Her eyes were deeply wary. "Why would you do that?"
He shrugged. "There's a barrage of photographers at your gate. I didn't particularly want to be seen coming in."
"Did Walsh send you?"
She was as taut as piano wire. He reached out and took her hand, playing with her fingers briefly before letting them drop. "I'm not your enemy, Cattrell."
A smile flickered. "I'll bet that's what Brutus said as he stuck the knife into Caesar. I'm not your enemy, Caesar, and, hell, old chap, it's nothing personal, I just happen to love Rome more." She stood up and walked to the window. "If you're not my enemy, McLoughlin, then drop me, drop all of us, from the enquiry and look for your murderer somewhere else." The moon was pouring herself in a shimmering libation about the garden. Anne pressed her forehead against the cold glass and stared out at the awesome beauty of what lay beyond. Black roses with coronas of silver; the lawn glittering like an inland sea; a weeping willow, its leaves and branches wrought in sparkling tracery. "But you can't do that, can you? You're a policeman and you love justice more."
"How can I answer that?" he teased her. "It's based on so many false premises that it's entirely hypothetical. I sympathise with personal vengeance.
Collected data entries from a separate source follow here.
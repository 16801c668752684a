import {
  firstInstructions,
  isStepKind,
  itemIn,
  STEP_KINDS,
  stepInstruction,
} from '../../../../shared/contracts/step-kinds';
import { stepSchema } from '../../../../shared/uncertainty';

/** What the analyst does at one step, and which readings the sheet leaves blank for it. */
export type BenchLine = {
  stepNumber: number;
  /** What to do first, before the step itself (a flask to empty into a storage bottle); null when nothing. */
  first: string | null;
  action: string;
  /** Equipment IDs used in the step. */
  equipment: string[];
  readings: 'weighing' | 'volume' | 'none';
};

/**
 * The steps of a plan (inline equipment) as bench instructions, in the words of the step-kind registry (the PDF
 * record prints the same): target masses to each balance's readability, volumes as the glassware marks them.
 * A step not yet complete (no equipment chosen) is named only. A step may have something to do first
 * (`firstInstructions`: bottle an earlier solution before its flask is used again).
 */
export function benchSheetLines(plan: Record<string, unknown>, labTemperatureC: number): BenchLine[] {
  const raws: unknown[] = Array.isArray(plan.steps) ? plan.steps : [];
  const steps = raws.map((raw) => {
    const parsed = stepSchema.safeParse(raw);
    return parsed.success ? parsed.data : undefined;
  });
  const firstLines = firstInstructions(steps);
  return raws.map((raw, stepIndex) => {
    const stepNumber = stepIndex + 1;
    const step = steps[stepIndex];
    const first = firstLines.get(stepIndex) ?? null;
    if (!step) {
      const kind = (raw as { kind?: unknown } | null)?.kind;
      const label = isStepKind(kind) ? STEP_KINDS[kind].label : 'Unknown step';
      return { stepNumber, first, action: `${label}: not complete in the plan.`, equipment: [], readings: 'none' };
    }
    const entry = STEP_KINDS[step.kind];
    const slots = [entry.slot?.name, entry.materialKinds ? 'material' : undefined] as const;
    return {
      stepNumber,
      first,
      action: stepInstruction(step, { item: (slot) => itemIn(step, slot)?.itemId ?? '—', stepIndex, labTemperatureC }),
      equipment: slots.flatMap((slot) => (slot ? [itemIn(step, slot)?.itemId ?? ''] : [])).filter(Boolean),
      readings: entry.recordedMass ? 'weighing' : entry.slot ? 'volume' : 'none',
    };
  });
}
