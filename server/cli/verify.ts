import { databaseName, databaseTarget, loadEnv } from '../config/env';
import { openDatabase } from '../db/connection';
import { verifyRecords } from '../audit/verify-records';

/**
 * `npm run verify`: checks the audit trail's hash chain and every approved record's hashes, and
 * names each row that breaks (table, id, what differs). Exit code 1 when anything breaks.
 */
const env = loadEnv();
const db = await openDatabase(databaseTarget(env));
try {
  const { events, versions, breaks } = await verifyRecords(db);
  for (const b of breaks) console.error(`BROKEN ${b.table} id ${b.id}: ${b.problem}`);
  if (breaks.length === 0)
    console.log(
      `Intact: ${events} audit events form one unbroken chain, and all ${versions} approved versions match their signed hashes (${databaseName(env)}).`,
    );
  else {
    console.error(
      `${breaks.length} problem(s) found in ${databaseName(env)}: the records above have been altered outside Dilutrace.`,
    );
    process.exitCode = 1;
  }
} finally {
  await db.destroy();
}
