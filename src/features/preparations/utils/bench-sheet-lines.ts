import { formatToReadability } from './format-number';

/** What the analyst does at one step, and which readings the sheet leaves blank for it. */
export type BenchLine = {
  stepNumber: number;
  action: string;
  /** Equipment IDs used in the step. */
  equipment: string[];
  readings: 'weighing' | 'volume' | 'none';
};

type Item = Record<string, unknown>;
const text = (value: unknown) => (typeof value === 'string' ? value : '');
const numberOf = (value: unknown) => (typeof value === 'number' ? value : Number.NaN);

/** A balance's reading to its scale interval: 0.1599 g on a d = 0.00001 g balance reads "0.15990 g". */
const onBalance = (massG: unknown, balance: Item) =>
  `${formatToReadability(numberOf(massG), numberOf(balance.readabilityG))} g`;

/**
 * The steps of a computed plan (inline equipment) as bench instructions: target masses to each balance's
 * readability, volumes as the glassware marks them (a one-mark pipette's nominal volume, a piston pipette's
 * set volume in µL, a flask's mark).
 */
export function benchSheetLines(plan: Record<string, unknown>, labTemperatureC: number): BenchLine[] {
  const steps = (Array.isArray(plan.steps) ? plan.steps : []) as Item[];
  return steps.map((step, index) => {
    const stepNumber = index + 1;
    const balance = (step.balance ?? {}) as Item;
    const material = (step.material ?? {}) as Item;
    switch (step.kind) {
      case 'weighSolid':
        return {
          stepNumber,
          action: `Weigh ${onBalance(step.netMassG, balance)} of ${text(material.name)} (${text(material.itemId)}) by difference on ${text(balance.itemId)}.`,
          equipment: [text(balance.itemId), text(material.itemId)],
          readings: 'weighing',
        };
      case 'startFromCertifiedSolution':
        return {
          stepNumber,
          action: `Take the certified solution ${text(material.name)} (${text(material.itemId)}, ${numberOf(material.certifiedValue)} ${text(material.certifiedUnit)}); let it reach room temperature and shake.`,
          equipment: [text(material.itemId)],
          readings: 'none',
        };
      case 'makeUpToVolume': {
        const flask = (step.flask ?? {}) as Item;
        return {
          stepNumber,
          action: `Transfer quantitatively into flask ${text(flask.itemId)} (${numberOf(flask.nominalMl)} mL, class ${text(flask.toleranceClass)}) and make up to the mark at about ${labTemperatureC} °C; stopper and mix.`,
          equipment: [text(flask.itemId)],
          readings: 'volume',
        };
      }
      case 'pipetteAliquot': {
        const pipette = (step.pipette ?? {}) as Item;
        const action =
          pipette.kind === 'pistonPipette'
            ? `Set piston pipette ${text(pipette.itemId)} to ${Math.round(numberOf(step.volumeMl) * 1000)} µL and deliver the aliquot.`
            : `Pipette ${numberOf(step.volumeMl)} mL with ${text(pipette.itemId)} (one mark, class ${text(pipette.toleranceClass)}) from the solution of step ${index}.`;
        return { stepNumber, action, equipment: [text(pipette.itemId)], readings: 'volume' };
      }
      case 'weighAliquot':
        return {
          stepNumber,
          action: `Weigh ${onBalance(step.netMassG, balance)} of the solution by difference on ${text(balance.itemId)}.`,
          equipment: [text(balance.itemId)],
          readings: 'weighing',
        };
      case 'makeUpToMass':
        return {
          stepNumber,
          action: `Add solvent to a total solution mass of ${onBalance(step.finalMassG, balance)} on ${text(balance.itemId)}; mix.`,
          equipment: [text(balance.itemId)],
          readings: 'weighing',
        };
      case 'dissolveInSolvent':
        return {
          stepNumber,
          action: `Dissolve in ${onBalance(step.solventMassG, balance)} of solvent weighed on ${text(balance.itemId)}.`,
          equipment: [text(balance.itemId)],
          readings: 'weighing',
        };
      default:
        return { stepNumber, action: `Step ${stepNumber}: ${text(step.kind)}.`, equipment: [], readings: 'none' };
    }
  });
}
I told you that this morning."
She smiled cynically into the glass. "Are you telling me you wouldn't have arrested Fred and Molly for murdering Donaghue?"
"No. I would have arrested them."
She looked at him with surprise. "That's a more honest answer than I expected."
"I wouldn't have had any choice," he said dispassionately. "They wanted to be arrested. They sat there with the body, waiting for the police to come."
"I see." She smiled faintly. "You make the arrest but you shed crocodile tears while you're doing it. That's a great way of salving your conscience, isn't it?"
He stood up and walked across to look down into her face. "You helped me," he said simply, putting his hands on her shoulders. "I'd like to help you. But I can't if you won't trust me."
He was so damn transparent, she thought, with his state-of-the-art cunning. She chuckled amiably. Two could play at this game. "Trust me, McLoughlin. I don't need your help. I am as innocent of personal revenge and murder as a newborn baby."
Abruptly, as if she were no more than a rag doll, he lifted her off her feet and twisted her towards the light, examining every inch of her face. As a face, it wasn't that special. She had laughter lines etched deeply round her eyes and mouth, frown lines on her forehead, but there was no menace lurking in her dark eyes, no shutters closed on nefandous secrets. Her skin gave off a faint scent of roses. He let go with one hand and ran the tips of his fingers along the curve of her jaw and down the soft line of her neck before, as abruptly, releasing her. "Did you cut his balls off?"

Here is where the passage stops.